Privacy-protected Retrieval-Augmented Generation for Knowledge Graph Question Answering
Yunfeng Ning, Mayi Xu, Jintao Wen, Qiankun Pi, Yuanyuan Zhu, Ming Zhong, Jiawei Jiang, Tieyun Qian

TL;DR
This paper introduces ARoG, a privacy-preserving framework for knowledge graph question answering that anonymizes entities and employs abstraction strategies to enable effective retrieval without exposing sensitive information.
Contribution
The paper proposes a novel ARoG framework with relation-centric and structure-oriented abstractions to protect privacy while enabling knowledge retrieval in KGQA.
Findings
ARoG achieves strong performance on three datasets.
ARoG demonstrates robustness in privacy protection.
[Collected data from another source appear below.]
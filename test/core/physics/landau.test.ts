import { describe, expect, it } from 'vitest';
import {
  landauDerived,
  landauTransitionNumeric,
  landauStationary,
  landauEquilibrium,
  landauDF,
  landauD2F,
  landauF,
  landauOrderParameterClosedForm,
  toConventionL,
  toNoFractions,
  toDevonshire,
  toGinzburgLandau,
  PhysicsInputError
} from '../../../src/core/physics/index';
import type { ILandauCoefficients } from '../../../src/core/physics/index';
import { mulberry32, rel } from './prng';

// [REFERENCE.md C5 first-order example, computed here: closed forms (mpmath 50 digits) and brute-force scipy 1.10.1]
const FIRST: ILandauCoefficients = { a: 0.5, b: -2, c: 4, T0: 100 };
// [REFERENCE.md C5 second-order example, computed here: closed forms]
const SECOND: ILandauCoefficients = { a: 0.5, b: 2, c: 0, T0: 100 };
// [REFERENCE.md C5 tricritical example, computed here: closed form]
const TRI: ILandauCoefficients = { a: 0.5, b: 0, c: 4, T0: 100 };

describe('Landau closed forms (REFERENCE.md C5, convention L)', () => {
  it('first-order example: T1, T**, jump, latent heat, chi, barrier, critical end point', () => {
    const d = landauDerived(FIRST);
    expect(d.convention).toBe('L');
    expect(d.regime).toBe('first-order');
    expect(d.Ttransition).toBeCloseTo(100.375, 12);
    expect(d.Tsuperheat).toBeCloseTo(100.5, 12);
    expect(rel(d.psiJump, 0.612372435695795)).toBeLessThan(1e-10); // 15 digits given
    expect(d.latentHeat).toBeCloseTo(9.41015625, 12);
    expect(d.inverseChiDisordered).toBeCloseTo(0.1875, 14);
    expect(d.inverseChiOrdered).toBeCloseTo(0.75, 14);
    expect(d.inverseChiSlopeOrdered / d.inverseChiSlopeDisordered).toBeCloseTo(-8, 14);
    expect(Math.abs(d.barrierPsi - 0.3535533906)).toBeLessThan(5e-11);
    expect(Math.abs(d.barrierHeight - 0.005208333333)).toBeLessThan(5e-13);
    expect(d.criticalEndPoint.T).toBeCloseTo(100.9, 12);
    expect(rel(d.criticalEndPoint.psi, 0.387298334620742)).toBeLessThan(1e-10);
    expect(rel(d.criticalEndPoint.h, 0.092951600308978)).toBeLessThan(1e-10);
    expect(d.psiOrderedAtT0).toBeCloseTo(0.707106781186548, 14);
    // numerical counterparts at T1 from the stationary points (C5 "Numerical" column)
    const at1 = landauStationary(FIRST, 100.375);
    const barrier = at1.points.find(p => p.kind === 'unstable' && p.psi > 0);
    expect(Math.abs((barrier?.psi ?? NaN) - 0.3535533906)).toBeLessThan(5e-11);
    expect(Math.abs((barrier?.F ?? NaN) - 0.005208333333)).toBeLessThan(5e-13);
    const ordered1 = at1.points.find(p => p.kind !== 'unstable' && p.psi > 0.5);
    expect(Math.abs((ordered1?.curvature ?? NaN) - 0.75)).toBeLessThan(5e-10);
    expect(Math.abs((at1.points.find(p => p.psi === 0)?.curvature ?? NaN) - 0.1875)).toBeLessThan(5e-11);
    // critical end point: the isotherm h(psi) has a horizontal inflection there, F″ = F‴ = 0
    const cp = d.criticalEndPoint;
    expect(Math.abs(landauD2F(FIRST, cp.T, cp.psi))).toBeLessThan(1e-13);
    expect(Math.abs(6 * FIRST.b * cp.psi + 20 * FIRST.c * cp.psi ** 3)).toBeLessThan(1e-13);
    expect(Math.abs(landauDF(FIRST, cp.T, 0, cp.psi) - cp.h)).toBeLessThan(1e-14);
    // psi at T** = sqrt(|b|/(2c)) = 0.5
    const r = landauStationary(FIRST, 100.5 - 1e-9);
    const ordered = r.points.filter(p => p.psi > 0.1 && p.kind !== 'unstable');
    expect(ordered.length).toBe(1);
    expect(Math.abs(ordered[0].psi - 0.5)).toBeLessThan(1e-4);
  });

  it('first-order example found numerically (no closed forms) agrees with the table', () => {
    const n = landauTransitionNumeric(FIRST);
    expect(n.converged).toBe(true);
    expect(n.firstOrder).toBe(true);
    expect(rel(n.Ttransition, 100.375)).toBeLessThan(1e-12);
    expect(rel(n.Tsuperheat, 100.5)).toBeLessThan(1e-12);
    expect(rel(n.psiJump, 0.612372435695795)).toBeLessThan(1e-9);
    expect(rel(n.latentHeat, 9.41015625)).toBeLessThan(1e-9);
    // latent heat by finite-differencing F_min(T) across T1 (entropy S = −dF/dT), as in the C5 "numerical" column
    const T1 = n.Ttransition;
    const e = 1e-5;
    const Fmin = (T: number): number => landauEquilibrium(FIRST, T).F;
    const sBelow = -(Fmin(T1 - e) - Fmin(T1 - 2 * e)) / e;
    const sAbove = -(Fmin(T1 + 2 * e) - Fmin(T1 + e)) / e;
    expect(rel(T1 * (sAbove - sBelow), 9.41015625)).toBeLessThan(1e-4);
    // d(1/chi)/dT on the ordered branch at T1 by finite difference: −8a vs +a (ratio −8)
    const chiInv = (T: number): number => {
      const r = landauStationary(FIRST, T);
      const p = r.points.filter(q => q.psi > 0.3 && q.kind !== 'unstable')[0];
      return p.curvature;
    };
    const slope = (chiInv(T1 + 1e-6) - chiInv(T1 - 1e-6)) / 2e-6;
    expect(Math.abs(slope / FIRST.a + 8)).toBeLessThan(1e-3);
  });

  it('second-order example: psi, chi ratio 2, dC, critical isotherm', () => {
    expect(landauEquilibrium(SECOND, 96).psi).toBeCloseTo(1, 14);
    expect(landauEquilibrium(SECOND, 99).psi).toBeCloseTo(0.5, 14);
    expect(landauEquilibrium(SECOND, 104).chi).toBeCloseTo(0.5, 14);
    expect(landauEquilibrium(SECOND, 96).chi).toBeCloseTo(0.25, 14);
    expect(landauDerived(SECOND).specificHeatJump).toBeCloseTo(6.25, 14);
    expect(landauEquilibrium(SECOND, 100, 0.016).psi).toBeCloseTo(0.2, 14);
    // dC numerically: C = −T d²F_min/dT² just below T0, zero above
    const T = 99.999;
    const hh = 1e-3;
    const F = (t: number): number => landauEquilibrium(SECOND, t).F;
    const C = (-T * (F(T + hh) - 2 * F(T) + F(T - hh))) / (hh * hh);
    expect(rel(C, 6.25 * (T / 100))).toBeLessThan(1e-6);
  });

  it('tricritical example: psi(92) = 1, psi(99) = 0.125^(1/4)', () => {
    expect(landauDerived(TRI).regime).toBe('tricritical');
    expect(landauEquilibrium(TRI, 92).psi).toBeCloseTo(1, 13);
    expect(rel(landauEquilibrium(TRI, 99).psi, 0.5946035575)).toBeLessThan(1e-10);
    expect(rel(landauOrderParameterClosedForm(TRI, 99), 0.5946035575)).toBeLessThan(1e-10);
  });

  it('convention-free ratios of REFERENCE.md C9 hold for random coefficients', () => {
    // [REFERENCE.md C9, computed here: exact rational arithmetic on the B3 closed forms]
    const u = mulberry32(42);
    for (let i = 0; i < 50; i++) {
      const k = { a: 0.1 + u() * 3, b: -(0.1 + u() * 5), c: 0.1 + u() * 5, T0: 50 + 500 * u() };
      const d = landauDerived(k);
      expect((d.Ttransition - k.T0) / (d.Tsuperheat - k.T0)).toBeCloseTo(0.75, 10);
      expect(d.inverseChiOrdered / d.inverseChiDisordered).toBeCloseTo(4, 10);
      expect(d.inverseChiSlopeOrdered / d.inverseChiSlopeDisordered).toBeCloseTo(-8, 10);
      expect((d.criticalEndPoint.T - k.T0) / (d.Tsuperheat - k.T0)).toBeCloseTo(9 / 5, 10);
      const n = landauTransitionNumeric(k);
      expect(rel(n.Ttransition - k.T0, d.Ttransition - k.T0)).toBeLessThan(1e-7);
    }
    const s = landauDerived(SECOND);
    expect(s.inverseChiSlopeOrdered / s.inverseChiSlopeDisordered).toBe(-2);
    expect(landauEquilibrium(SECOND, 103).chi / landauEquilibrium(SECOND, 97).chi).toBeCloseTo(2, 12);
  });
});

describe('Landau stationary points: invariants', () => {
  it('every minimum has F′ ≈ 0 and F″ > 0; the global minimum is never above a local one', () => {
    const u = mulberry32(7);
    let minima = 0;
    for (let i = 0; i < 400; i++) {
      const k: ILandauCoefficients = {
        a: 0.2 + 2 * u(),
        T0: 100,
        b: -3 + 6 * u(),
        c: 0.2 + 3 * u(),
        d: i % 3 === 0 ? -1 + 2 * u() : 0
      };
      const T = 97 + 6 * u();
      const h = i % 2 === 0 ? 0 : -0.3 + 0.6 * u();
      const r = landauStationary(k, T, h);
      expect(r.global).toBeGreaterThanOrEqual(0);
      const g = r.points[r.global];
      for (const p of r.points) {
        const scale = Math.abs(k.a * (T - k.T0) * p.psi) + Math.abs(k.b * p.psi ** 3) + Math.abs(k.c * p.psi ** 5) + Math.abs(h) + 1e-12;
        expect(Math.abs(landauDF(k, T, h, p.psi))).toBeLessThan(1e-11 * scale);
        expect(p.F).toBeCloseTo(landauF(k, T, h, p.psi), 14);
        if (p.kind === 'stable' || p.kind === 'metastable') {
          minima++;
          expect(landauD2F(k, T, p.psi)).toBeGreaterThan(0);
          expect(g.F).toBeLessThanOrEqual(p.F);
        }
        if (p.kind === 'unstable') {
          expect(landauD2F(k, T, p.psi)).toBeLessThan(0);
        }
      }
      // brute force: no grid point has lower F than the global minimum
      for (let j = 0; j <= 400; j++) {
        const psi = -2 + j * 0.01;
        expect(landauF(k, T, h, psi)).toBeGreaterThanOrEqual(g.F - 1e-12);
      }
      // minima and maxima alternate
      for (let j = 1; j < r.points.length; j++) {
        const a = r.points[j - 1].kind === 'unstable';
        const b = r.points[j].kind === 'unstable';
        expect(a !== b).toBe(true);
      }
    }
    expect(minima).toBeGreaterThan(400);
  });

  it('picks psi >= 0 on the symmetric tie at h = 0 and flags it', () => {
    const r = landauStationary(SECOND, 96);
    expect(r.degenerate).toBe(true);
    expect(r.points[r.global].psi).toBeCloseTo(1, 14);
    expect(r.convention).toBe('L');
  });

  it('handles T exactly at T0 (degenerate quartic minimum at 0)', () => {
    const r = landauStationary(SECOND, 100);
    expect(r.points.length).toBe(1);
    expect(r.points[0].psi).toBe(0);
    expect(r.points[0].kind).toBe('stable');
  });

  it('rejects unbounded or invalid coefficients and non-finite inputs', () => {
    expect(() => landauStationary({ a: 1, b: -1, c: 0, T0: 0 }, 1)).toThrow(PhysicsInputError);
    expect(() => landauStationary({ a: 1, b: 1, c: -1, T0: 0 }, 1)).toThrow(PhysicsInputError);
    expect(() => landauStationary({ a: -1, b: 1, c: 1, T0: 0 }, 1)).toThrow(PhysicsInputError);
    expect(() => landauStationary({ a: 1, b: 1, c: 1, T0: NaN }, 1)).toThrow(PhysicsInputError);
    expect(() => landauStationary(SECOND, NaN)).toThrow(PhysicsInputError);
    expect(() => landauStationary(SECOND, 1, Infinity)).toThrow(PhysicsInputError);
    expect(() => landauDerived({ ...FIRST, d: 1 })).toThrow(PhysicsInputError);
  });
});

describe('Landau conventions', () => {
  it('maps "no fractions" both ways and reproduces the B3 formulas T1 = T0 + B²/(4AC), T** = T0 + B²/(3AC)', () => {
    // [REFERENCE.md B3, "no fractions" row and the sentence below the table]
    const nf = { A: 0.7, B: -0.9, C: 1.3, T0: 50 };
    const L = toConventionL({ convention: 'no-fractions', coefficients: nf });
    expect(L).toEqual({ a: 1.4, b: -3.6, c: 7.800000000000001, T0: 50, d: 0 });
    const d = landauDerived(L);
    expect(rel(d.Ttransition - 50, (nf.B * nf.B) / (4 * nf.A * nf.C))).toBeLessThan(1e-14);
    expect(rel(d.Tsuperheat - 50, (nf.B * nf.B) / (3 * nf.A * nf.C))).toBeLessThan(1e-14);
    expect(rel(d.psiJump ** 2, Math.abs(nf.B) / (2 * nf.C))).toBeLessThan(1e-14);
    const back = toNoFractions(L);
    expect(back.A).toBeCloseTo(nf.A, 15);
    expect(back.B).toBeCloseTo(nf.B, 15);
    expect(back.C).toBeCloseTo(nf.C, 15);
  });

  it('maps Devonshire (a = 1/(eps0 C_CW), b = 4 alpha11, c = 6 alpha111) and Ginzburg–Landau (a = 2 alpha′, b = 2 beta)', () => {
    // [REFERENCE.md B3 table]
    const dv = { curieConstant: 1.5e5, T0: 400, alpha11: -2e7, alpha111: 3e8, eps0: 8.8541878128e-12 };
    const L = toConventionL({ convention: 'devonshire', coefficients: dv });
    expect(rel(L.a, 1 / (8.8541878128e-12 * 1.5e5))).toBeLessThan(1e-15);
    expect(L.b).toBe(-8e7);
    expect(L.c).toBe(1.8e9);
    const back = toDevonshire(L, dv.eps0);
    expect(rel(back.curieConstant, dv.curieConstant)).toBeLessThan(1e-14);
    const gl = toConventionL({ convention: 'ginzburg-landau', coefficients: { alphaPrime: 0.3, beta: 0.8, Tc: 9 } });
    expect(gl).toEqual({ a: 0.6, b: 1.6, c: 0, T0: 9, d: 0 });
    expect(toGinzburgLandau(gl)).toEqual({ alphaPrime: 0.3, Tc: 9, beta: 0.8 });
    // GL: |psi|² = alpha′(Tc − T)/beta and ΔC = Tc alpha′²/beta (REFERENCE.md B15)
    expect(landauEquilibrium(gl, 8).psi ** 2).toBeCloseTo((0.3 * 1) / 0.8, 14);
    expect(landauDerived(gl).specificHeatJump).toBeCloseTo((9 * 0.09) / 0.8, 14);
    expect(() => toGinzburgLandau(FIRST)).toThrow(PhysicsInputError);
  });
});

describe('Landau thermal response', () => {
  it('C = T a² psi²/F″ reproduces the B3 closed forms', async () => {
    const { landauThermal } = await import('../../../src/core/physics/index');
    // second order: C just below T0 → T a²/(2b) (REFERENCE.md C5: dC = 6.25 at T0 = 100)
    expect(rel(landauThermal(SECOND, 99.9999).specificHeat, (99.9999 * 0.25) / 4)).toBeLessThan(1e-12);
    expect(landauThermal(SECOND, 100.5).specificHeat).toBe(0);
    // tricritical: C = (T/4) sqrt(a³/(c (T0 − T))) (REFERENCE.md B3 iii)
    const T = 97;
    expect(rel(landauThermal(TRI, T).specificHeat, (T / 4) * Math.sqrt(0.125 / (4 * 3)))).toBeLessThan(1e-12);
    // entropy S − S0 = −(a/2) psi²; latent heat at T1 = T1 ΔS (REFERENCE.md C5: 9.41015625)
    const below = landauThermal(FIRST, 100.375 - 1e-12).entropy;
    const above = landauThermal(FIRST, 100.375 + 1e-9).entropy;
    expect(rel(100.375 * (above - below), 9.41015625)).toBeLessThan(1e-8);
  });

  it('Devonshire-convention coercive field (2√2/(3√3)) |alpha1|^(3/2)/√alpha11 (REFERENCE.md B12)', async () => {
    const { devonshireCoerciveField, toConventionL } = await import('../../../src/core/physics/index');
    const dv = { curieConstant: 1.2e5, T0: 400, alpha11: 3e8, alpha111: 0, eps0: 8.8541878128e-12 };
    const L = toConventionL({ convention: 'devonshire', coefficients: dv });
    const T = 350;
    const alpha1 = (T - dv.T0) / (2 * dv.eps0 * dv.curieConstant);
    const want = ((2 * Math.SQRT2) / (3 * Math.sqrt(3))) * Math.pow(Math.abs(alpha1), 1.5) / Math.sqrt(dv.alpha11);
    expect(rel(devonshireCoerciveField(L, T).Ec, want)).toBeLessThan(1e-12);
  });
});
The abstraction strategies improve retrieval effectiveness.
Abstract
LLMs often suffer from hallucinations and outdated or incomplete knowledge. RAG is proposed to address these issues by integrating external knowledge like that in KGs into LLMs. However, leveraging private KGs in RAG systems poses significant privacy risks due to the black-box nature of LLMs and potential insecure data transmission, especially when using third-party LLM APIs lacking transparency and control. In this paper, we investigate the privacy-protected RAG scenario for the first time, where entities in KGs are anonymous for LLMs, thus preventing them from accessing entity semantics. Due to the loss of semantics of entities, previous RAG systems cannot retrieve question-relevant knowledge from KGs by matching questions with the meaningless identifiers of anonymous entities. To realize an effective RAG system in this scenario, two key challenges must be addressed: (1) How can…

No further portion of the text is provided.